Current American Thoracic Society (ATS) community-acquired pneumonia treatment guidelines recommend azithromycin monotherapy for a limited subset of hospitalized patients. We evaluated the effectiveness of azithromycin monotherapy in a more generalized population of patients hospitalized with mild-to-moderate community-acquired pneumonia.
We reviewed medical records from a Veterans Affairs facility for patients admitted with community-acquired pneumonia between December 1, 1997, and June 30, 2001, comparing those receiving azithromycin monotherapy, other ATS-recommended antibiotics, and non–ATS-recommended antibiotics. We excluded patients with immunosuppression, metastatic cancer, or hospital-acquired pneumonia. Outcome measures included times to stability, meeting criteria for change to oral therapy, and eligibility for discharge; length of stay; intensive care unit transfer; and mortality. Outcomes were adjusted for pneumonia severity, skilled nursing facility status, and processes of care.

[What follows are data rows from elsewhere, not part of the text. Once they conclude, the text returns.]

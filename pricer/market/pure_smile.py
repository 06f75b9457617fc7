"""Smiles of a price S with cash dividends to come, and of its random part X: one price, two volatilities.

A call on S at strike K is ``F - D`` calls on X at ``(K - D) / (F - D)`` (see :mod:`pricer.market.affine_price`), and
both are in the money together, so their time values are in the same ratio. Black's formula (1976) on either
side turns one volatility into the other, strike by strike. Without dividends to come both are the same.
"""

from __future__ import annotations

import numpy as np
from numpy.typing import ArrayLike, NDArray

from pricer.market.affine_price import AffineLevel
from pricer.market.black import deviation_of_time_value, out_of_the_money, vega
from pricer.market.smile_quotes import SmileParameters

Array = NDArray[np.float64]

#: Step of the five-point derivatives at the forward, in standard deviations.
_STEP = 0.05


def pure_log_strikes(level: AffineLevel, strikes: ArrayLike) -> Array:
    """``log((K - D) / (F - D))`` of ``strikes`` in currency, any shape; NaN at and below the floor D."""
    above = np.asarray(strikes, dtype=float) - level.floor
    with np.errstate(divide="ignore", invalid="ignore"):
        return np.where(above > 0.0, np.log(above / level.scale), np.nan)


def price_strikes(level: AffineLevel, pure_log_strike: ArrayLike) -> Array:
    """Strikes on S in currency of log-strikes on X, any shape."""
    out: Array = level.floor + level.scale * np.exp(np.asarray(pure_log_strike, dtype=float))
    return out


def pure_deviations(level: AffineLevel, strikes: ArrayLike, deviations: ArrayLike) -> Array:
    """Deviations of log X from those of log S (> 0, volatility times root of time) at ``strikes`` in currency.

    NaN where no X has the price: the strike is not above the floor, the time value of a call is ``F - D`` or more,
    that of a put ``K - D`` or more, or the time value is too small for a computer to tell from 0.
    """
    strikes, deviations = np.asarray(strikes, dtype=float), np.asarray(deviations, dtype=float)
    if level.floor == 0.0:
        return deviations + np.zeros(strikes.shape)
    k = pure_log_strikes(level, strikes)
    value = out_of_the_money(np.log(strikes / level.forward), deviations) * (level.forward / level.scale)
    return np.where(value > 0.0, deviation_of_time_value(k, value), np.nan)


def price_deviations(level: AffineLevel, pure_log_strike: ArrayLike, deviations: ArrayLike) -> Array:
    """Deviations of log S from those of log X at log-strikes on X: the inverse of :func:`pure_deviations`."""
    k, deviations = np.asarray(pure_log_strike, dtype=float), np.asarray(deviations, dtype=float)
    if level.floor == 0.0:
        return deviations + np.zeros(k.shape)
    value = out_of_the_money(k, deviations) * (level.scale / level.forward)
    return deviation_of_time_value(np.log(price_strikes(level, k) / level.forward), value)


def price_error(level: AffineLevel, pure_log_strike: float, deviation: float, size: float) -> float:
    """The error in the volatility of S that an error of ``size`` in that of X makes there, to first order."""
    if level.floor == 0.0:
        return size
    k = np.array([pure_log_strike])
    outer = np.log(price_strikes(level, k) / level.forward)
    own = float(vega(outer, price_deviations(level, k, np.array([deviation])))[0])
    return size * float(vega(k, deviation)[0]) * level.scale / (level.forward * own) if own > 0.0 else size


def pure_parameters(level: AffineLevel, parameters: SmileParameters, time: float) -> SmileParameters:
    """Level, skew and curvature of X from those of S, for an expiry in ``time`` years.

    The slice of S through the parameters is turned into X's at five strikes about the forward; X's derivatives
    there are central differences of fourth order. Raises ValueError where no X has those prices.
    """
    if level.floor == 0.0:
        return parameters
    h = _STEP * parameters.volatility * np.sqrt(time)
    k = h * np.arange(-2.0, 3.0)
    strikes = price_strikes(level, k)
    deviations = np.sqrt(parameters.slice(time).total_variance(np.log(strikes / level.forward)))
    found = pure_deviations(level, strikes, deviations) / np.sqrt(time)
    if not np.all(np.isfinite(found)):
        raise ValueError("options near the forward would be worth more than the random part of the price")
    first = np.array([1.0, -8.0, 0.0, 8.0, -1.0]) @ found / (12.0 * h)
    second = np.array([-1.0, 16.0, -30.0, 16.0, -1.0]) @ found / (12.0 * h * h)
    return SmileParameters(parameters.expiry_date, float(found[2]), float(first), float(second))
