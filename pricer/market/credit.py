"""Hazard rates and survival probabilities of a name, from its credit default swaps."""

from __future__ import annotations

import math
from bisect import bisect_left
from collections.abc import Sequence
from dataclasses import dataclass
from datetime import date
from itertools import pairwise

import QuantLib as ql  # noqa: N813 - the short name of QuantLib's own examples

from pricer.market.calendars import from_quantlib, to_period, to_quantlib, year_fraction
from pricer.market.curves import DiscountCurve
from pricer.market.evaluation_date import evaluation_date

#: A bootstrap that misses a quoted spread by more than this is refused.
SPREAD_TOLERANCE = 1e-10


@dataclass(frozen=True, slots=True)
class HazardCurve:
    """Piecewise constant hazard rates of ``name``, and its ``recovery`` as a fraction of the claim.

    ``hazard_rates`` hold from one date to the next, per ACT/365F year, the first from the
    valuation date and the last also beyond its date. ``times`` begin with 0.
    """

    name: str
    valuation_date: date
    recovery: float
    dates: tuple[date, ...]
    times: tuple[float, ...]
    hazard_rates: tuple[float, ...]

    @classmethod
    def from_hazard_rates(
        cls, name: str, valuation_date: date, recovery: float, dates: Sequence[date], hazard_rates: Sequence[float]
    ) -> HazardCurve:
        """From the hazard rate up to each date, per ACT/365F year.

        Raises ValueError unless recovery is from 0 to below 1, dates increase strictly after the
        valuation date, and rates are finite and not negative, one per date.
        """
        if not 0.0 <= recovery < 1.0:
            raise ValueError(f"credit {name}: the recovery must be a fraction from 0 to below 1; got {recovery}")
        if not dates or len(dates) != len(hazard_rates):
            raise ValueError(f"credit {name}: {len(dates)} dates for {len(hazard_rates)} hazard rates")
        for earlier, later in pairwise((valuation_date, *dates)):
            if later <= earlier:
                raise ValueError(
                    f"credit {name}: dates must increase and lie after the valuation date; {later} follows {earlier}"
                )
        for day, rate in zip(dates, hazard_rates, strict=True):
            if not (math.isfinite(rate) and rate >= 0.0):
                raise ValueError(f"credit {name}: the hazard rate to {day} must be a number from 0 up; got {rate:g}")
        times = (0.0, *(year_fraction(valuation_date, day) for day in dates))
        return cls(name, valuation_date, recovery, tuple(dates), times, tuple(hazard_rates))

    @classmethod
    def from_cds_spreads(
        cls, name: str, discount: DiscountCurve, recovery: float, tenors: Sequence[str], spreads: Sequence[float]
    ) -> HazardCurve:
        """From running spreads at which the name's swaps are worth nothing, e.g. 0.012 for 120 bp.

        Standard conventions (common practice): premiums each quarter on the 20th, ACT/360, rolled
        to weekdays, maturities of the 2015 rule (June and December), protection from the
        valuation date, accrued premium paid at default; valued as the ISDA standard model does. ``discount``
        is taken at its quoted dates, log-linear in ACT/365F between them.

        Raises ValueError for recoveries, tenors and spreads out of range, two tenors that end on
        one date, and spreads that no hazard rates between 0 and 1 satisfy, naming the first.
        """
        if not tenors or len(tenors) != len(spreads):
            raise ValueError(f"credit {name}: {len(tenors)} tenors for {len(spreads)} spreads")
        if not 0.0 <= recovery < 1.0:
            raise ValueError(f"credit {name}: the recovery must be a fraction from 0 to below 1; got {recovery}")
        for tenor, spread in zip(tenors, spreads, strict=True):
            if not (math.isfinite(spread) and spread > 0.0):
                raise ValueError(f"credit {name}: the spread of {tenor} must be above 0; got {spread}")
            period = to_period(tenor)
            if period.units() not in (ql.Months, ql.Years) or (period.units() == ql.Months and period.length() % 3):
                raise ValueError(f"credit {name}: premiums are paid each quarter, which {tenor} does not hold")
        dates, survival = _bootstrap(name, discount, recovery, tenors, spreads)
        times = [year_fraction(discount.valuation_date, day) for day in dates]
        logs = [math.log(probability) for probability in survival]
        spans = zip(pairwise((0.0, *times)), pairwise((0.0, *logs)), strict=True)
        return cls.from_hazard_rates(
            name, discount.valuation_date, recovery, dates, [(x - y) / (t - s) for (s, t), (x, y) in spans]
        )

    @property
    def last_date(self) -> date:
        """The last quoted date."""
        return self.dates[-1]

    def is_extrapolated(self, day: date) -> bool:
        """Whether ``day`` lies beyond the last quoted date."""
        return day > self.last_date

    def survival_probability(self, day: date) -> float:
        """Probability of no default up to and including ``day``; raises ValueError before the valuation date."""
        if day < self.valuation_date:
            raise ValueError(f"credit {self.name}: {day} lies before the valuation date {self.valuation_date}")
        end = year_fraction(self.valuation_date, day)
        hazard = 0.0
        for (start, stop), rate in zip(pairwise(self.times), self.hazard_rates, strict=True):
            hazard += rate * (min(stop, end) - start)
            if end <= stop:
                return math.exp(-hazard)
        return math.exp(-hazard - self.hazard_rates[-1] * (end - self.times[-1]))

    def hazard_rate(self, day: date) -> float:
        """The hazard rate in force on ``day``, per ACT/365F year; on a quoted date, the one that ends there."""
        index = bisect_left(self.dates, day)
        return self.hazard_rates[min(index, len(self.hazard_rates) - 1)]


def _bootstrap(
    name: str, discount: DiscountCurve, recovery: float, tenors: Sequence[str], spreads: Sequence[float]
) -> tuple[list[date], list[float]]:
    """Survival probabilities at the swaps' last dates."""
    today = discount.valuation_date
    with evaluation_date(today):
        nodes = [to_quantlib(day) for day in (today, *discount.dates)]
        factors = [math.exp(log) for log in discount.log_discount_factors]
        rates = ql.DiscountCurve(nodes, factors, ql.Actual365Fixed())
        rates.enableExtrapolation()
        handle = ql.YieldTermStructureHandle(rates)
        helpers = [
            ql.SpreadCdsHelper(
                spread, to_period(tenor), 0, ql.WeekendsOnly(), ql.Quarterly, ql.Following,
                ql.DateGeneration.CDS2015, ql.Actual360(), recovery, handle, True, True, ql.Date(), ql.Actual360(True),
                True, ql.CreditDefaultSwap.ISDA,
            )
            for tenor, spread in zip(tenors, spreads, strict=True)
        ]  # fmt: skip
        made = sorted(zip(helpers, tenors, spreads, strict=True), key=lambda item: item[0].pillarDate())
        for (before, one, _), (after, other, _) in pairwise(made):
            if before.pillarDate() == after.pillarDate():
                raise ValueError(
                    f"credit {name}: {one} and {other} both end on {from_quantlib(after.pillarDate())}: keep one"
                )
        for count in range(1, len(made) + 1):
            curve = ql.PiecewiseFlatHazardRate(
                to_quantlib(today), [item[0] for item in made[:count]], ql.Actual365Fixed()
            )
            helper, tenor, spread = made[count - 1]
            try:
                days = curve.dates()
                missed = abs(helper.impliedQuote() - spread)
            except RuntimeError as error:
                raise ValueError(_unsatisfied(name, tenor, spread)) from error
            if missed > SPREAD_TOLERANCE:
                raise ValueError(_unsatisfied(name, tenor, spread))
        return [from_quantlib(day) for day in days][1:], [float(curve.survivalProbability(day)) for day in days][1:]


def _unsatisfied(name: str, tenor: str, spread: float) -> str:
    return (
        f"credit {name}: no hazard rate between 0 and 1 a year satisfies the spread {1e4 * spread:.4g} bp of {tenor} "
        "after the spreads before it"
    )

A total of 442 patients were eligible for the study (221 in the azithromycin monotherapy group, 129 in the ATS group, and 92 in the non-ATS group). Times to clinical stability and to fulfilling early switch criteria were not statistically significantly different among the 3 groups. Mean time to fulfilling early discharge criteria was 2.48 days for patients receiving azithromycin monotherapy vs 2.84 days for those receiving ATS antibiotics (P = .008) and 2.58 days for those receiving non-ATS antibiotics (P = .64). Overall mean length of stay was shorter in the azithromycin monotherapy group (4.35 days) vs the ATS (5.73 days) (P = .002) and non-ATS (6.21 days) (P<.001) groups. Mortality, intensive care unit transfer, and readmission rates were similar across the groups.
Azithromycin monotherapy is equally as efficacious as other ATS-recommended regimens for treating hospitalized patients with mild-to-moderate community-acquired pneumonia.